Siegel’s corporate eye also alit on a 150-room motel, the St. Tropez, which was strategically right across from the then-Hard Rock Hotel (now Virgin Las Vegas). Siegel reinvented it as the boutique hotel Rumor, which became a fashionable spot for Las Vegans until 2017, when it was bought by Hong Kong speculators, whereby it became Serene.
However, just up the street from Serene is a monument to Siegel’s biggest misstep, the site of the Atrium Hotel. Plans by its previous owners to renovate it and capitalize on Hard Rock’s proximity ran afoul of the Great Recession. Siegel grabbed it in 2011, thinking to rebrand it and reopen the six-story hotel in 2013. However, Siegel had too many other irons in the fire and couldn’t make up its mind what to do with the hulk. They tried selling it. No dice. Extended-stay motel? Nope. Apartments? Forget it. After holding the property for eight years, Steve Siegel decided to demolish Atrium and replace it with a brand-new Siegel Suites, only the company’s second ground-up project in 18 years.
There is a dark side to Siegel Suites. In the wake of the pandemic, the company was exposed as a predatory landlord, one that had exploited tenants hard-hit by the economic consequences of COVID. The House of Representatives Select Subcommittee on the Coronavirus Crisis deemed Siegel Group’s actions “uniquely egregious.” These included Senior Vice President Mike Tisdale telling underlings to confront tenants and threaten to take their cars, their pets, even their children. If that didn’t work, they were to “arrange night-and-day door knocking, to use scheduled maintenance checks to remove air-conditioning units [in hot weather], and to interfere with household electronics using universal remotes.” (The House report has been subsequently suppressed.)
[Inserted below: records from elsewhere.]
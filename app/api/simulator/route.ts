import { requireApiViewer } from "@/app/(auth)/auth";
import { AppError } from "@/lib/errors";
import { route } from "@/lib/server/http";
import { requireAdmin } from "@/lib/server/guards";
import { getRuntime } from "@/lib/server/runtime";
import { scenarios } from "@/simulator/scenarios";

export const GET = route(async (request) => {
  const viewer = await requireApiViewer(request);
  requireAdmin(viewer);
  const simulation = getRuntime()?.simulation;
  if (!simulation)
    throw new AppError("unavailable", "The simulator is not running (demo mode off or LIFTLINE_SIMULATOR=0).");
  const list = Object.entries(scenarios).map(([name, s]) => ({
    name,
    description: s.description,
    durationS: s.defaultDurationS,
  }));
  return Response.json({ sites: simulation.list(), scenarios: list });
});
During the pandemic, Siegel Group evicted 89 tenants who had rental-assistance applications pending, even one who had just paid the rent. That was just the tip of the iceberg. Siegel turned 773 people out into the street overall.
Much of this was done by astutely exploiting a loophole in federal law that permitted hundreds of 'no-cause" evictions, according to the House panel, “to try to avoid allowing tenants from receiving CDC moratorium protection from eviction for nonpayment of rent.” As Rep. James Clyburn stated, “While the abusive eviction practices documented in this report would be condemnable under any circumstances, they are unconscionable during a once-in-a-century economic and public-health crisis.”
Still, we’ve hardly heard the last of Siegel Group. It’s sitting on a 10-acre Las Vegas Strip parcel that used to be the site of the La Concha Motel, land that Steve Siegel obtained for a bargain-basement $7.5 million an acre. He swung this deal by paying cash on the barrelhead, unlike his rivals, who couldn’t plunk down the whole asking price at once.
According to Las Vegas Review-Journal entertainment reporter John Katsilometes, “Siegel’s plans cover the gamut of a hotel-casino, multifamily apartments, a condo tower, and retail outlets.” Apartments on the Strip? Given Siegel’s (low) purchase price, the company wouldn’t have to spend billions to justify the real-estate outlay. Besides, high-end development isn’t in Siegel’s DNA.
And if none of that works out, Siegel could always flip the land for a huge markup. It’s been done before. Motel baron Gary Tharaldson conned Caesars Entertainment CEO Gary Loveman into paying a then-record sum for the Westward Ho site simply by feigning that he was going to build a megaresort on the land. Could Steve Siegel be doing the same? Whatever his play, we’ve no doubt it will be ultimately profitable.